[WHAT THE TASK REQUIRES]
I need each line of the entries below that includes the string "usize".

(Extracted records)
*-*-*
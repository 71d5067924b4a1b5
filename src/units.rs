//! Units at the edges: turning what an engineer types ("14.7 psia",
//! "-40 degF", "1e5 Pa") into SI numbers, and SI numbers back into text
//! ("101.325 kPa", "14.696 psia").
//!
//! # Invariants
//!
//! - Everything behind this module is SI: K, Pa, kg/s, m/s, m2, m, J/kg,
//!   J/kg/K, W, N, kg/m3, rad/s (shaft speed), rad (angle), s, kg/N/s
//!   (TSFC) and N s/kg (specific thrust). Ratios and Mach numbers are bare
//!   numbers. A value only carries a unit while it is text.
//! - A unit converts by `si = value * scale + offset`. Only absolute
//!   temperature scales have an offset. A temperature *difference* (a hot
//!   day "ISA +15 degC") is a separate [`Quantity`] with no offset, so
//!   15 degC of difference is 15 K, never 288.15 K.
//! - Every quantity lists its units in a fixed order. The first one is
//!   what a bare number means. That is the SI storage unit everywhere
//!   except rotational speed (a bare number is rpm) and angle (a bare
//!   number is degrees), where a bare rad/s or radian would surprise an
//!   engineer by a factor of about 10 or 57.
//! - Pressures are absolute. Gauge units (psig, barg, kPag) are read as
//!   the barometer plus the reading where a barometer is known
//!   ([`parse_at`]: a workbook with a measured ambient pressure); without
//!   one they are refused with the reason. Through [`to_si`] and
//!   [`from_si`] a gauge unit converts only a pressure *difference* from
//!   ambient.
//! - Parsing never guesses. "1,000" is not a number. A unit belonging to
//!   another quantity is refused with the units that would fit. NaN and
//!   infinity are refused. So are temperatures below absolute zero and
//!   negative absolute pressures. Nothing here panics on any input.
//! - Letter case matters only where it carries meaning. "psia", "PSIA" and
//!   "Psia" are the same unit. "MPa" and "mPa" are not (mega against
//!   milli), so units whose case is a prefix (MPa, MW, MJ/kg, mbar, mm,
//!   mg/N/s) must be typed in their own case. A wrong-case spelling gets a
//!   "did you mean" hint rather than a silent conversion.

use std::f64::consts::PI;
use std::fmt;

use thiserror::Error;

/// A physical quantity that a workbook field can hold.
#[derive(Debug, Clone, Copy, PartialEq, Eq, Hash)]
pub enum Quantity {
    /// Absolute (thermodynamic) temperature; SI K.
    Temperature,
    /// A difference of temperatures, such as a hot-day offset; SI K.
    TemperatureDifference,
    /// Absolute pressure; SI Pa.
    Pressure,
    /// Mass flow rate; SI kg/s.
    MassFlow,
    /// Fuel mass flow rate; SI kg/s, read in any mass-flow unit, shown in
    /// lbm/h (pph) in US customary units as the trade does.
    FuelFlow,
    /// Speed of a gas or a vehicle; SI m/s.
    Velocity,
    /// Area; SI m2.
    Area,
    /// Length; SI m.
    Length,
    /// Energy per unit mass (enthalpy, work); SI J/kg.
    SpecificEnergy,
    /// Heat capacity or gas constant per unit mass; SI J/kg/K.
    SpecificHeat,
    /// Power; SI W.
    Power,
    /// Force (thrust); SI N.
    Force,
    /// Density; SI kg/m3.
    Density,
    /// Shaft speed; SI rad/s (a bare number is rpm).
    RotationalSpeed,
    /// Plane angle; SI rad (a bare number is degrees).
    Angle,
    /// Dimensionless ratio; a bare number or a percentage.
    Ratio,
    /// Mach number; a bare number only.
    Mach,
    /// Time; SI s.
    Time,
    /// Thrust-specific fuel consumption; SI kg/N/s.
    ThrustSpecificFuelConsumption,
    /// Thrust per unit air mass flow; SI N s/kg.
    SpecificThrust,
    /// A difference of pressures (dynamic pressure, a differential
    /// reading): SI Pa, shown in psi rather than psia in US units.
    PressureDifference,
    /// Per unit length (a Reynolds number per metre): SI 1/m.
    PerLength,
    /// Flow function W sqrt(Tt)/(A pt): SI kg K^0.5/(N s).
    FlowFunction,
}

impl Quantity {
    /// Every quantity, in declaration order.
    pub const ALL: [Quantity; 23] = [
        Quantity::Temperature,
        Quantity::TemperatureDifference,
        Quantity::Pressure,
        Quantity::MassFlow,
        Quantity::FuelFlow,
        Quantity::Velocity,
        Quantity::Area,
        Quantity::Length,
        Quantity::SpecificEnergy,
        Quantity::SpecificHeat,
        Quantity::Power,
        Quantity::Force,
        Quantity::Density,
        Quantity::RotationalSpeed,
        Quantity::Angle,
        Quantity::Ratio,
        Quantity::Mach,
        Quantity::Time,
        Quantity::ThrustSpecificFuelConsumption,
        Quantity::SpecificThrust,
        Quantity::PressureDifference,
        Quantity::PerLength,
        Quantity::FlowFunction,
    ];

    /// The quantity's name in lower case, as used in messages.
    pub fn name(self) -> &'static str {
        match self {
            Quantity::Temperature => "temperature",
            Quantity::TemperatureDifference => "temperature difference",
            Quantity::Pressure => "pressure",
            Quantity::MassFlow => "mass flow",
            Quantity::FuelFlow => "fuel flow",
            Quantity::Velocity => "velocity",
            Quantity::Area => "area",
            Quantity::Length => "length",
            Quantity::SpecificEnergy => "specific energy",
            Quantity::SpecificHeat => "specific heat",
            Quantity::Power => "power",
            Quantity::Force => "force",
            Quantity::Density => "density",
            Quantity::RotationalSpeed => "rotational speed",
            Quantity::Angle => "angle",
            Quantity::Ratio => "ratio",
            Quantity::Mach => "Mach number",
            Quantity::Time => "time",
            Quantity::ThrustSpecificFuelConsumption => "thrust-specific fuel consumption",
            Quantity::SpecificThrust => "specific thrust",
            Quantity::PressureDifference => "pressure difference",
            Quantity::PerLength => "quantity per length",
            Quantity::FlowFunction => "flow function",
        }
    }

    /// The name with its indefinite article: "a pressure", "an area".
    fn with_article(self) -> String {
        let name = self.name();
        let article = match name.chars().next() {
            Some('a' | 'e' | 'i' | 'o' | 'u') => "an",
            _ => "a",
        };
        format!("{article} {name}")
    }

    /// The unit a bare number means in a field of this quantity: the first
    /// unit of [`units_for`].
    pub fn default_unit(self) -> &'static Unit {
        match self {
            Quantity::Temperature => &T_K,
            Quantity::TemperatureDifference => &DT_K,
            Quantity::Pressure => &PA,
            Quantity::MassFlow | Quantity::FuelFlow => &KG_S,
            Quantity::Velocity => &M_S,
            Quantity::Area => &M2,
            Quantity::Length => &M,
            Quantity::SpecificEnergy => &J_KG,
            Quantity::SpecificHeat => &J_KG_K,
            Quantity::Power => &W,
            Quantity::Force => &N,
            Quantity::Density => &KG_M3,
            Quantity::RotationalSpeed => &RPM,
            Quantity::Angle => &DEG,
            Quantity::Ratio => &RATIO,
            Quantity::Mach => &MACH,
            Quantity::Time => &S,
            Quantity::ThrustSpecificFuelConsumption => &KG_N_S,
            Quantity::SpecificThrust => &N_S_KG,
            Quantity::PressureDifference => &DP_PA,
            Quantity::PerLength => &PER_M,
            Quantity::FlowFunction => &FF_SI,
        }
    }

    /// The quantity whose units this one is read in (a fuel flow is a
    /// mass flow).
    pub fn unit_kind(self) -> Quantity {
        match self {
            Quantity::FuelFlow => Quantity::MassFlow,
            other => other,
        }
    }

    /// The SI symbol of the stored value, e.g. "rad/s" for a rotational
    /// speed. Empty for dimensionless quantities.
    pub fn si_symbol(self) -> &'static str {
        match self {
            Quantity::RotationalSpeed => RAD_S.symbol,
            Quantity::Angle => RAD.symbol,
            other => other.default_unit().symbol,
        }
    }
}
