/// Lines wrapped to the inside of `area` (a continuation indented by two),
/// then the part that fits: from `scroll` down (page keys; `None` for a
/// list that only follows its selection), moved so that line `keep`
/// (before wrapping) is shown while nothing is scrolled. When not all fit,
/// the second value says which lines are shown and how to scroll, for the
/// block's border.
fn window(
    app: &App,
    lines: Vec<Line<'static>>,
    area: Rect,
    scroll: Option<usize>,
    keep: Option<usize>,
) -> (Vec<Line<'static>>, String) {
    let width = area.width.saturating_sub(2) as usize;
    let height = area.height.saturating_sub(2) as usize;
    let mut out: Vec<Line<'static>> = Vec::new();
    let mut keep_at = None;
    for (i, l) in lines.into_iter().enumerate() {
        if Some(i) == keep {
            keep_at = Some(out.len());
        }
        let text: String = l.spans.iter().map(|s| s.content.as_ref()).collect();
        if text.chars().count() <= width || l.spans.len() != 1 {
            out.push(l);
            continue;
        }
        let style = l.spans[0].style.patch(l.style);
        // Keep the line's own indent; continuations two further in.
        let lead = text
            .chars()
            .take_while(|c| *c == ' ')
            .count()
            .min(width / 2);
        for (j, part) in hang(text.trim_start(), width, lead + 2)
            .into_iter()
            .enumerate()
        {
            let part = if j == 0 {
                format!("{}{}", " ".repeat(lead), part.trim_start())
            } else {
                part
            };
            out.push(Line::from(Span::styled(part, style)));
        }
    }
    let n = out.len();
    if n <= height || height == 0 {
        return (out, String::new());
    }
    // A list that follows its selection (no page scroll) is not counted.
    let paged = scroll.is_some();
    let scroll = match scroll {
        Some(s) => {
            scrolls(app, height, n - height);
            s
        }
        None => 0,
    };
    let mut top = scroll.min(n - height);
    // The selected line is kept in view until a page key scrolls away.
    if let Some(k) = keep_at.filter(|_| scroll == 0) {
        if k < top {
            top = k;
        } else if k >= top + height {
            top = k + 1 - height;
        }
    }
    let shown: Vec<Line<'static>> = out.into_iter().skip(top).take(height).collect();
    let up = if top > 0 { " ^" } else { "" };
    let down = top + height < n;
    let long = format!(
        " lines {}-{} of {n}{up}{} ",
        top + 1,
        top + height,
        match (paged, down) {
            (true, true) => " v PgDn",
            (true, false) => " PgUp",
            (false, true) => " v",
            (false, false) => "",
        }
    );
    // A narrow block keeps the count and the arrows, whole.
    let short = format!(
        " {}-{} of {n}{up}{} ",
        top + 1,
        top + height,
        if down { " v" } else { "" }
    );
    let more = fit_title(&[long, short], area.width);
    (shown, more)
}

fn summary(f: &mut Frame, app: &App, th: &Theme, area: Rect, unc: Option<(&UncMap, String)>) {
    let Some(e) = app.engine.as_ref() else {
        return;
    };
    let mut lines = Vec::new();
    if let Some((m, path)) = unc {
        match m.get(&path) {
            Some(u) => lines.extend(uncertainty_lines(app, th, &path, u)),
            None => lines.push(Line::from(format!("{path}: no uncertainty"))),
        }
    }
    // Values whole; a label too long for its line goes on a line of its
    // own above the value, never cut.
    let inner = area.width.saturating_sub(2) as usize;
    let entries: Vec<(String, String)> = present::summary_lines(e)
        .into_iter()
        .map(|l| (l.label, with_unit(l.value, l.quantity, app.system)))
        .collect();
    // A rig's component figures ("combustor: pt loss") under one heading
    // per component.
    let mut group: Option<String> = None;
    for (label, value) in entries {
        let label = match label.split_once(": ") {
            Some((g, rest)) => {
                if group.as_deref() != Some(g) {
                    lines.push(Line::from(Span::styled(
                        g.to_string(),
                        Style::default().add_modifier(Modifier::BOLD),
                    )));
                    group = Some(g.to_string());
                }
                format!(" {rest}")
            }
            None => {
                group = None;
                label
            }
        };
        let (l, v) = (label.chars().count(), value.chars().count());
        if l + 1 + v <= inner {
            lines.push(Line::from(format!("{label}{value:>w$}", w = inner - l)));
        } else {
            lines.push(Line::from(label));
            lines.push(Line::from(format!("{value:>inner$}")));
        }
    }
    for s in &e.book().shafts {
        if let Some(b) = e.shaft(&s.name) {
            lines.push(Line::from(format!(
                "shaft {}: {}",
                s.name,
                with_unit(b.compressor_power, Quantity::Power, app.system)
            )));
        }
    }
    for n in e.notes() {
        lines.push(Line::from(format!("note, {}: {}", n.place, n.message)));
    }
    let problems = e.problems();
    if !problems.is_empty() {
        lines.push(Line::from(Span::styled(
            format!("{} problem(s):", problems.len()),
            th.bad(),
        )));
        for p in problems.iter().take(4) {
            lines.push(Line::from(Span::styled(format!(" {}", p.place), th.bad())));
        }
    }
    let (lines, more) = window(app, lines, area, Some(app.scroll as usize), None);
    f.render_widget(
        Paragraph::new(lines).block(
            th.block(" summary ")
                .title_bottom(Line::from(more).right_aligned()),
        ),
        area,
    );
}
*-*-*
[RESPONSE AREA]
    scroll: Option<usize>,
    keep: Option<usize>,
    let width = area.width.saturating_sub(2) as usize;
    let height = area.height.saturating_sub(2) as usize;
    let inner = area.width.saturating_sub(2) as usize;
    let (lines, more) = window(app, lines, area, Some(app.scroll as usize), None);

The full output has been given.